As a rule, we compare end_date
for current row and start_date
for next row.
Or compare start_date
with previous end_date
.
If datediff(...)>1 then this is gap.
Since we are comparing the current row with the next one, we use a range of rows in the window function as rows between unbounded preceding and 1 preceding
for calculating group number (running total).
Additional check is max_enter_date<next_start_date
for current row. If not - this is overlapped row, not gap. It is for this check that we compare the current row with the next one, and not the other way around.
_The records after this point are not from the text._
import { mkdtempSync, rmSync } from 'node:fs';
import os from 'node:os';
import path from 'node:path';
import { spawn } from 'node:child_process';
import { ensureBuild, servingFromHere } from './build.mjs';
import { ensureChromium } from './chromium.mjs';
import { Failure, report } from './failure.mjs';
import { readJson } from './files.mjs';
import { inState, makeStateFolder, projectRoot } from './folders.mjs';
import { ensurePackages } from './packages.mjs';
import { shutDownInOrder } from './shut-down.mjs';
import { addCounts, closingLine, countStage } from './test-counts.mjs';
import { openTestDatabase } from './test-database.mjs';

/** A stage that takes longer than this hangs. */
const longestStageMs = 45 * 60_000;

/** What the person's own environment must not lend to a test: real databases, mail servers and addresses. */
const kept = (env) =>
  Object.fromEntries(
    Object.entries(env).filter(
      ([name]) =>
        !/^(DATABASE_|SMTP_|MAIL_|APP_URL|NEXTAUTH_|UPLOADS_DIR|PORT$|HOST$|NODE_ENV$|LOG_LEVEL|HALFMARK_WORKERS)/.test(
          name,
        ),
    ),
  );

/** Provides what each stage needs before it runs. */
const stages = [
  { name: 'unit', needs: [] },
  { name: 'integration', needs: ['database'] },
  { name: 'journeys', needs: ['database', 'browser', 'build'] },
];

/**
 * Runs the stages one after another, prints the closing line, and ends the process with 0 only where every test passed
 * and none was skipped.
 *
 * @param {string[]} names stages to run; all where empty
 */
export async function runTests(names) {
  const end = shutDownInOrder({ codeAfterSignal: 130 });
  const counts = [];
  try {
    const wanted = chooseStages(names);
    makeStateFolder();
    const say = (line) => console.log(line);
    await ensurePackages(say, end.watchHelper);
    const folder = mkdtempSync(path.join(os.tmpdir(), 'halfmark-tests-'));
    end.last('folder of this run', () => rmSync(folder, { recursive: true, force: true }));
    const provide = provider(say, end);
    for (const { name, needs } of wanted) {
      const env = {
        ...kept(process.env),
        NEXT_TELEMETRY_DISABLED: '1',
        HALFMARK_TEST_FOLDER: folder,
        LOG_LEVEL: 'silent',
      };
      for (const need of needs) Object.assign(env, await provide(need));
      if (end.isEnding()) return;
      counts.push(await runStage(name, path.join(folder, `${name}.json`), env, end));
    }
  } catch (error) {
    if (end.isEnding()) return;
    report(error, projectRoot);
    counts.push({ passed: 0, failed: 1, skipped: 0 });
  }
  if (end.isEnding()) return;
  const total = addCounts(counts);
  end.lastWords(closingLine(total));
  await end.now(total.failed > 0 || total.skipped > 0 ? 1 : 0);
}

function chooseStages(names) {
  const unknown = names.find((name) => !stages.some((stage) => stage.name === name));
  if (unknown !== undefined) {
    throw new Failure(`There is no stage "${unknown}".`, `Name some of: ${stages.map(({ name }) => name).join(', ')}.`);
  }
  return names.length === 0 ? stages : stages.filter(({ name }) => names.includes(name));
}

/** Gives each need once, as environment variables for the tests. */
function provider(say, end) {
  const make = {
    async database() {
      const database = await openTestDatabase(say);
      end.last('test database', database.stop);
      return { HALFMARK_TEST_DATABASE_URL: database.url };
    },
    async browser() {
      return { HALFMARK_CHROMIUM: await ensureChromium(say) };
    },
    async build() {
      await ensureBuild(say, {
        onStart: end.watchHelper,
        mayReplace: () => servingFromHere(inState('running.json')),
      });
      return {};
    },
  };
  const made = new Map();
  return (need) => {
    if (!made.has(need)) made.set(need, make[need]());
    return made.get(need);
  };
}

function runStage(name, reportFile, env, end) {
  console.log(`\n── ${name} ──`);
  const child = spawn(
    process.execPath,
    [
      'node_modules/vitest/vitest.mjs',
      'run',
      ...['--project', name],
      ...['--reporter=default', '--reporter=json', `--outputFile.json=${reportFile}`],
    ],
    { cwd: projectRoot, env, stdio: ['ignore', 'inherit', 'inherit'] },
  );
  end.watchHelper(child);
  const timer = setTimeout(() => child.kill('SIGKILL'), longestStageMs);
  return new Promise((resolve) => {
    child.once('error', () => resolve({ passed: 0, failed: 1, skipped: 0 }));
    child.once('close', (code) => {
      clearTimeout(timer);
      resolve(countStage(readJson(reportFile), code ?? 1));
    });
  });
}
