import { createHash } from 'node:crypto';
import { existsSync, readFileSync, rmSync } from 'node:fs';
import path from 'node:path';
import { Failure, lastWords } from './failure.mjs';
import { readJson, writeJson } from './files.mjs';
import { projectRoot } from './folders.mjs';
import { findOnPath, run } from './programs.mjs';

const stamp = path.join(projectRoot, 'node_modules', '.halfmark-packages.json');

/** What the installed packages depend on: the lock file and the Node.js they were installed for. */
export function packagesKey(
  lockText,
  abi = process.versions.modules,
  platform = `${process.platform}-${process.arch}`,
) {
  return createHash('sha256').update(`${abi}\n${platform}\n`).update(lockText).digest('hex');
}

/**
 * Installs the locked packages when they are missing or belong to another lock file; otherwise takes a millisecond.
 *
 * @param {(line: string) => void} say
 * @param {(child: import('node:child_process').ChildProcess) => void} [onStart] told of npm, so that it can be ended
 */
export async function ensurePackages(say, onStart) {
  const key = packagesKey(readFileSync(path.join(projectRoot, 'package-lock.json')));
  if (readJson(stamp)?.key === key) return;
  if (await installedMatches()) {
    writeJson(stamp, { key }, 0o644);
    return;
  }
  if (!findOnPath('npm'))
    throw new Failure('npm is missing.', 'Install npm 10 or later beside Node.js and start again.');
  say('Installing packages (npm ci), about a minute …');
  rmSync(stamp, { force: true });
  const { code, output } = await run('npm', ['ci', '--no-audit', '--no-fund', '--include=dev'], {
    cwd: projectRoot,
    env: { ...process.env, NODE_ENV: '' },
    onStart,
  });
  if (code !== 0) {
    if (/ENOSPC/.test(output)) throw Object.assign(new Error('No space left on device'), { code: 'ENOSPC' });
    throw new Failure(
      `npm ci failed: ${lastWords(output.replace(/^npm warn.*$/gm, ''))}`,
      'Check the connection to the npm registry, then start again.',
    );
  }
  writeJson(stamp, { key }, 0o644);
}

/**
 * Whether what npm says it installed (node_modules/.package-lock.json) is what the lock file asks for: so packages
 * installed by hand are not installed a second time.
 */
async function installedMatches() {
  const hidden = path.join(projectRoot, 'node_modules', '.package-lock.json');
  if (!existsSync(hidden)) return false;
  return sameInstall(readJson(path.join(projectRoot, 'package-lock.json')), readJson(hidden), (name) =>
    existsSync(path.join(projectRoot, name, 'package.json')),
  );
}

/** Every locked package that is not optional is installed in its locked version, and nothing else is. */
export function sameInstall(locked, installed, isThere) {
  if (!locked?.packages || !installed?.packages) return false;
  const wanted = Object.entries(locked.packages).filter(([name]) => name !== '');
  const complete = wanted.every(([name, { version, integrity, optional, devOptional }]) => {
    const found = installed.packages[name];
    if (!found) return optional === true || devOptional === true;
    return found.version === version && found.integrity === integrity && isThere(name);
  });
  return complete && Object.keys(installed.packages).every((name) => name in locked.packages);
}
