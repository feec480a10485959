import { linkSync, renameSync, rmSync, unlinkSync } from 'node:fs';
import { Failure } from './failure.mjs';
import { readJson, writeJson } from './files.mjs';
import { isAlive, sleep, startTicks } from './processes.mjs';

/**
 * Takes a lock that is held by a living process, written down in a file. A lock whose process is gone (or whose process
 * id now belongs to another program) is cleared.
 *
 * @param {string} file
 * @returns {Promise<{ note(more: object): void, release(): void, tookOver: boolean } |
 *   { holder: Record<string, unknown> }>} `tookOver`: the last holder ended without letting go
 */
export async function takeLock(file) {
  const mine = { pid: process.pid, startTicks: startTicks(process.pid), since: new Date().toISOString() };
  const draft = `${file}.${process.pid}.new`;
  let tookOver = false;
  for (let attempt = 0; attempt < 20; attempt += 1) {
    writeJson(draft, mine);
    try {
      // A link appears whole or not at all, and never replaces another.
      linkSync(draft, file);
      unlinkSync(draft);
      return { ...held(file, mine), tookOver };
    } catch (error) {
      rmSync(draft, { force: true });
      if (error.code !== 'EEXIST') throw error;
    }
    const holder = readJson(file);
    if (holder !== null && holds(holder)) return { holder };
    clearStale(file);
    tookOver = true;
    await sleep(20 + Math.random() * 60);
  }
  throw new Failure(`The lock ${file} cannot be taken.`, 'Delete that file and start again.');
}

/** Whether the process that a lock names still runs. */
export function holds(holder) {
  if (!Number.isInteger(holder?.pid) || !isAlive(holder.pid)) return false;
  const ticks = startTicks(holder.pid);
  return ticks === null || holder.startTicks == null || ticks === holder.startTicks;
}

/** Takes a stale lock away by renaming it: where two do so at once, only one has it in hand, and puts back a fresh one. */
function clearStale(file) {
  const aside = `${file}.${process.pid}.stale`;
  try {
    renameSync(file, aside);
  } catch (error) {
    if (error.code === 'ENOENT') return;
    throw error;
  }
  const caught = readJson(aside);
  if (caught !== null && holds(caught)) {
    try {
      linkSync(aside, file);
    } catch (error) {
      if (error.code !== 'EEXIST') throw error;
    }
  }
  rmSync(aside, { force: true });
}

function held(file, mine) {
  let entry = mine;
  return {
    /** Adds what others should know, such as the address. */
    note(more) {
      entry = { ...entry, ...more };
      writeJson(file, entry, 0o644);
    },
    release() {
      if (readJson(file)?.pid === process.pid) rmSync(file, { force: true });
    },
  };
}
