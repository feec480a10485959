import { describe, expect, it } from 'vitest';
import { Delivery } from '@/models/delivery';
import { Extension } from '@/models/extension';
import { ScoreReport } from '@/models/score-report';
import { SetRelease } from '@/models/set-release';
import { type User } from '@/models/user';
import { changesSince, type ScoreReportContent } from '@/lib/presenters/score-report';
import { releaseState } from '@/lib/queries/release-state';
import { recordCheck } from '@/lib/services/record-check';
import { releaseScores, type ReleaseResult } from '@/lib/services/release-scores';
import { ruleOnAnswer } from '@/lib/services/rule-on-answer';
import { takeQueueItem } from '@/lib/services/take-queue-item';
import { buildAnswer, buildAnswerCheck, buildCreditEntry } from '../../factories/answers';
import { actingAs, actingAsSystem } from '../../factories/context';
import { buildMarkedSet, studentAt, type MarkedSet } from '../../factories/marked-set';
import { buildQueueItem, buildRuling } from '../../factories/marking';
import { buildMember } from '../../factories/people';
import { refusalOf } from '../../factories/refusal';

const now = new Date('2026-12-01T10:00:00Z');
const day = 86_400_000;

function release(
  marked: MarkedSet,
  input: { userIds?: string[]; reportWaitingParts?: boolean } = {},
  { by = marked.headTa.user, at = now }: { by?: User; at?: Date } = {},
): Promise<ReleaseResult> {
  return actingAs(
    by,
    (context) => releaseScores(context, { problemSetId: marked.problemSet.id, reportWaitingParts: false, ...input }),
    at,
  );
}

const reportsOf = (marked: MarkedSet, user: User) =>
  ScoreReport.findAll({
    where: { problemSetId: marked.problemSet.id, userId: user.id },
    order: [['revision', 'ASC']],
  });

async function lastContent(marked: MarkedSet, user: User): Promise<ScoreReportContent> {
  const report = (await reportsOf(marked, user)).at(-1);
  if (!report) throw new Error('There is no report.');
  return report.content as ScoreReportContent;
}

/** Puts the part b of a student's draw before a person. */
async function waitingPart(marked: MarkedSet, index = 0) {
  const draw = marked.draws[index];
  if (!draw) throw new RangeError('There is no such draw.');
  const answer = await buildAnswer(draw, { partKey: 'b', text: '{omega}' });
  await buildAnswerCheck(answer, { verdict: 'differs', slip: 'one-eigenvalue', readingPlain: '{omega}' });
  return { answer, item: await buildQueueItem(answer) };
}

describe('releasing scores', () => {
  it('releases every student once, with one report and one delivery each, and then the set', async () => {
    const marked = await buildMarkedSet({ students: 3 });
    expect(await release(marked)).toEqual({ released: 3, heldBack: 0, setReleased: true });
    expect((await marked.problemSet.reload()).state).toBe('released');
    expect(await release(marked)).toEqual({ released: 0, heldBack: 0, setReleased: true });
    const reports = await ScoreReport.findAll({ where: { problemSetId: marked.problemSet.id } });
    expect(reports.map(({ revision }) => revision)).toEqual([1, 1, 1]);
    expect(await Delivery.count({ where: { scoreReportId: reports.map(({ id }) => id) } })).toBe(3);
  });

  it('sends nothing twice when two release at the same instant', async () => {
    const marked = await buildMarkedSet({ students: 3 });
    const both = await Promise.all([release(marked), release(marked, {}, { by: marked.instructor.user })]);
    expect(both.map(({ released }) => released).sort()).toEqual([0, 3]);
    expect(await ScoreReport.count({ where: { problemSetId: marked.problemSet.id } })).toBe(3);
  });

  it('is refused while a part waits, naming how many, and changes nothing', async () => {
    const marked = await buildMarkedSet();
    await waitingPart(marked);
    const refused = await refusalOf(release(marked), 'wrong-state');
    expect(refused.message).toContain('1 part waits');
    expect(await SetRelease.count({ where: { problemSetId: marked.problemSet.id } })).toBe(0);
    expect((await marked.problemSet.reload()).state).toBe('closed');
  });

  it('is refused while the checker has not looked at an answer', async () => {
    const marked = await buildMarkedSet();
    const [draw] = marked.draws;
    if (draw) await buildAnswer(draw, { partKey: 'c', text: '0' });
    await refusalOf(release(marked), 'wrong-state');
  });

  it('releases with waiting parts when each is reported as still being marked, and corrects the report later', async () => {
    const marked = await buildMarkedSet();
    const student = studentAt(marked);
    const { item } = await waitingPart(marked);
    expect((await release(marked, { reportWaitingParts: true })).released).toBe(2);
    const before = await lastContent(marked, student);
    expect(before.items[0]?.parts.map(({ state, credit }) => [state, credit])).toEqual([
      ['marked', 3000],
      ['waiting', 0],
      ['no-answer', 0],
    ]);
    expect(before.items[0]?.parts[1]).toMatchObject({ verdict: null, slip: null, comment: '' });
    expect(before.total).toEqual({ credit: 3000, outOf: 9000, partsWaiting: 1 });

    await actingAs(marked.headTa.user, (context) => takeQueueItem(context, { queueItemId: item.id }), now);
    await actingAs(
      marked.headTa.user,
      (context) =>
        ruleOnAnswer(context, {
          queueItemId: item.id,
          credit: 1500,
          comment: 'One of **two** energies.',
          millisecondsSpent: null,
        }),
      now,
    );
    const reports = await reportsOf(marked, student);
    expect(reports.map(({ revision }) => revision)).toEqual([1, 2]);
    const after = await lastContent(marked, student);
    expect(after.changes).toEqual([{ position: 1, key: 'b', before: null, after: 1500 }]);
    expect(after.items[0]?.parts[1]).toMatchObject({
      state: 'marked',
      verdict: 'differs',
      credit: 1500,
      outOf: 3000,
      comment: 'One of **two** energies.',
      markedBy: 'person',
    });
    expect(await reportsOf(marked, studentAt(marked, 1))).toHaveLength(1);
  });

  it('corrects the report when the checker, not a person, decides a part that was still being marked', async () => {
    const marked = await buildMarkedSet();
    const student = studentAt(marked);
    const [draw] = marked.draws;
    if (!draw) throw new RangeError('There is a draw.');
    const answer = await buildAnswer(draw, { partKey: 'c', text: '0' });
    await release(marked, { reportWaitingParts: true });
    await actingAsSystem((context) =>
      recordCheck(context, {
        answerId: answer.id,
        checkerVersion: 'test-2',
        readingPlain: '0',
        referenceLatex: '0',
        response: {
          id: answer.id,
          verdict: 'agrees',
          slip: null,
          slips: [],
          kinKey: null,
          reading: '0',
          message: 'Equal.',
          evidence: { test: 'normal form', form: 'evaluated' },
          ms: 1,
        },
      }),
    );
    expect((await lastContent(marked, student)).changes).toEqual([
      { position: 1, key: 'c', before: null, after: 3000 },
    ]);
  });

  it('holds back who has a running extension, by student or by section, and releases them when it has ended', async () => {
    const marked = await buildMarkedSet({ students: 4, sections: 2 });
    const until = new Date(now.getTime() + day);
    const given = { problemSetId: marked.problemSet.id, closesAt: until, grantedBy: marked.instructor.user.id };
    await Extension.create({ ...given, userId: studentAt(marked, 0).id, sectionId: null });
    await Extension.create({ ...given, userId: null, sectionId: marked.sections[1]?.id ?? null });
    expect(await release(marked)).toEqual({ released: 1, heldBack: 3, setReleased: false });
    expect((await marked.problemSet.reload()).state).toBe('closed');
    const state = await releaseState(marked.problemSet.id, now);
    expect(state.filter(({ releasedAt }) => releasedAt !== null).map(({ userId }) => userId)).toEqual([
      studentAt(marked, 2).id,
    ]);
    expect(await release(marked, {}, { at: new Date(until.getTime() + 1) })).toEqual({
      released: 3,
      heldBack: 0,
      setReleased: true,
    });
  });

  it('does not let a part of somebody held back stop the others', async () => {
    const marked = await buildMarkedSet();
    await waitingPart(marked, 0);
    await Extension.create({
      problemSetId: marked.problemSet.id,
      userId: studentAt(marked, 0).id,
      sectionId: null,
      closesAt: new Date(now.getTime() + day),
      grantedBy: marked.instructor.user.id,
    });
    expect(await release(marked)).toEqual({ released: 1, heldBack: 1, setReleased: false });
  });

  it('releases only those that are named', async () => {
    const marked = await buildMarkedSet({ students: 3 });
    expect(await release(marked, { userIds: [studentAt(marked, 1).id] })).toEqual({
      released: 1,
      heldBack: 0,
      setReleased: false,
    });
    expect(await reportsOf(marked, studentAt(marked, 0))).toHaveLength(0);
  });

  it('is for the head TA and the instructor, of a set that is closed', async () => {
    const marked = await buildMarkedSet();
    const ta = marked.tas[0]?.user ?? studentAt(marked);
    await refusalOf(release(marked, {}, { by: ta }), 'forbidden');
    await refusalOf(release(marked, {}, { by: studentAt(marked) }), 'forbidden');
    const elsewhere = await buildMember((await buildMarkedSet()).course, 'instructor');
    await refusalOf(release(marked, {}, { by: elsewhere.user }), 'not-found');
    const open = await buildMarkedSet({ problemSet: { state: 'open' } });
    await refusalOf(release(open), 'wrong-state');
  });
});

describe('the content of a report', () => {
  it('tells part by part what was asked with the draw, written, read, found and credited', async () => {
    const marked = await buildMarkedSet();
    const [draw] = marked.draws;
    if (!draw) throw new RangeError('There is a draw.');
    const answer = await buildAnswer(draw, { partKey: 'b', text: '{omega}' });
    await buildAnswerCheck(answer, { verdict: 'differs', slip: 'one-eigenvalue', readingLatex: '\\omega' });
    const ruling = await buildRuling(await buildQueueItem(answer), marked.headTa.user, { comment: 'And the other?' });
    await buildCreditEntry(answer, { credit: 1500, source: 'ruling', rulingId: ruling.id });
    await release(marked);
    const content = await lastContent(marked, studentAt(marked));
    expect(content).toMatchObject({
      course: { code: marked.course.code, timeZone: 'Europe/London' },
      set: { number: marked.problemSet.number, title: marked.problemSet.title },
      student: studentAt(marked).name,
      total: { credit: 4500, outOf: 9000, partsWaiting: 0 },
      appeals: { until: marked.problemSet.appealsUntil?.toISOString(), mayLower: false },
      changes: [],
    });
    const [item] = content.items;
    expect(item?.prompt).toContain('n = $3$');
    expect(
      item?.parts.map(({ key, state, verdict, credit, markedBy }) => [key, state, verdict, credit, markedBy]),
    ).toEqual([
      ['a', 'marked', 'agrees', 3000, 'checker'],
      ['b', 'marked', 'differs', 1500, 'person'],
      ['c', 'no-answer', null, 0, null],
    ]);
    expect(item?.parts[0]).toMatchObject({ answer: 'i hbar S_z', readingLatex: '\\mathrm{i}\\hbar S_z', slip: null });
    expect(item?.parts[1]?.slip).toBe('only one of the two values is given');
    expect(item?.parts[1]?.comment).toBe('And the other?');
  });

  it('shows no total where the set’s policy says so', async () => {
    const marked = await buildMarkedSet({ problemSet: { policy: { reportShowsTotal: false } } });
    await release(marked);
    expect((await lastContent(marked, studentAt(marked))).total).toBeNull();
  });

  it('says of a question that was never opened what it was worth, and nothing of its draw', async () => {
    const marked = await buildMarkedSet({ students: 1 });
    const late = await buildMember(marked.course, 'student');
    await release(marked);
    const [item] = (await lastContent(marked, late.user)).items;
    expect(item).toMatchObject({ prompt: '', credit: 0, outOf: 9000 });
    expect(item?.parts.every(({ state }) => state === 'no-answer')).toBe(true);
  });

  it('finds changes by part, also of a part that was not in the report before', () => {
    const part = (key: string, credit: number, state: 'marked' | 'waiting' = 'marked') => ({
      key,
      prompt: '',
      state,
      answer: 'x',
      readingLatex: '',
      readingPlain: '',
      verdict: null,
      slip: null,
      credit,
      outOf: 3000,
      comment: '',
      markedBy: null,
      followThrough: false,
      appeal: null,
      answerId: null,
    });
    const item = (parts: ReturnType<typeof part>[]) => [
      { position: 1, title: '', prompt: 'x', credit: 0, outOf: 0, parts },
    ];
    expect(
      changesSince(
        item([part('a', 1000), part('b', 0, 'waiting')]),
        item([part('a', 1000), part('b', 0), part('c', 1)]),
      ),
    ).toEqual([
      { position: 1, key: 'b', before: null, after: 0 },
      { position: 1, key: 'c', before: null, after: 1 },
    ]);
  });
});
with gaps as ( -- detect gaps
select *
,case when max_enter_date<next_start_date
and datediff(day,end_date
,next_start_date
)>1
then 1 else 0 end isGap
from(
select *
,lead(start_date,1,end_date)
over(partition by session_id,session_type order by start_date) next_start_date
,max(case when session_enter_date is null then getdate() else session_enter_date end)
over(partition by session_id,session_type order by start_date) max_enter_date
from session
)a
)
,t as( -- detect last paid -> rn=1
select *
,row_number()over(partition by session_id,session_type,grn order by start_date desc)rn
from( -- calculate group (island) num as running total
select *
,coalesce(sum(isGap)over(partition by session_id,session_type order by start_date
rows between unbounded preceding and 1 preceding)
,0) grn
from gaps
)grn
)
select session_id,session_type,grn
,min(start_date) start_date
,max(end_date) end_date
,max(case when rn=1 then paid end)paid
from t
group by session_id,session_type,grn
;
session_id | session_type | grn | start_date | end_date | paid |
---|---|---|---|---|---|
7415 | 3256 | 0 | 2016-04-13 | 2016-05-24 | 32.53 |
7415 | 4963 | 0 | 2017-11-11 | 2018-03-02 | 43.59 |
7415 | 4963 | 1 | 2018-03-31 | 2018-04-27 | 43.59 |
7415 | 4963 | 2 | 2018-06-23 | 2018-11-09 | 43.59 |
7415 | 4963 | 3 | 2018-12-09 | 2018-12-29 | 63.60 |
8642 | 3256 | 0 | 2022-02-17 | 2022-09-07 | 61.19 |
8642 | 3256 | 1 | 2023-04-19 | 2023-06-13 | 61.19 |
8642 | 3256 | 2 | 2024-01-02 | 2024-01-08 | 17.48 |
8642 | 3256 | 3 | 2024-12-20 | 2024-12-26 | 71.00 |
8642 | 4963 | 0 | 2024-02-22 | 2025-01-02 | 71.00 |
An additional assumption is used here
case when session_enter_date is null then getdate() else session_enter_date end
if session_enter_date is null, this payment has not been used and is valid now.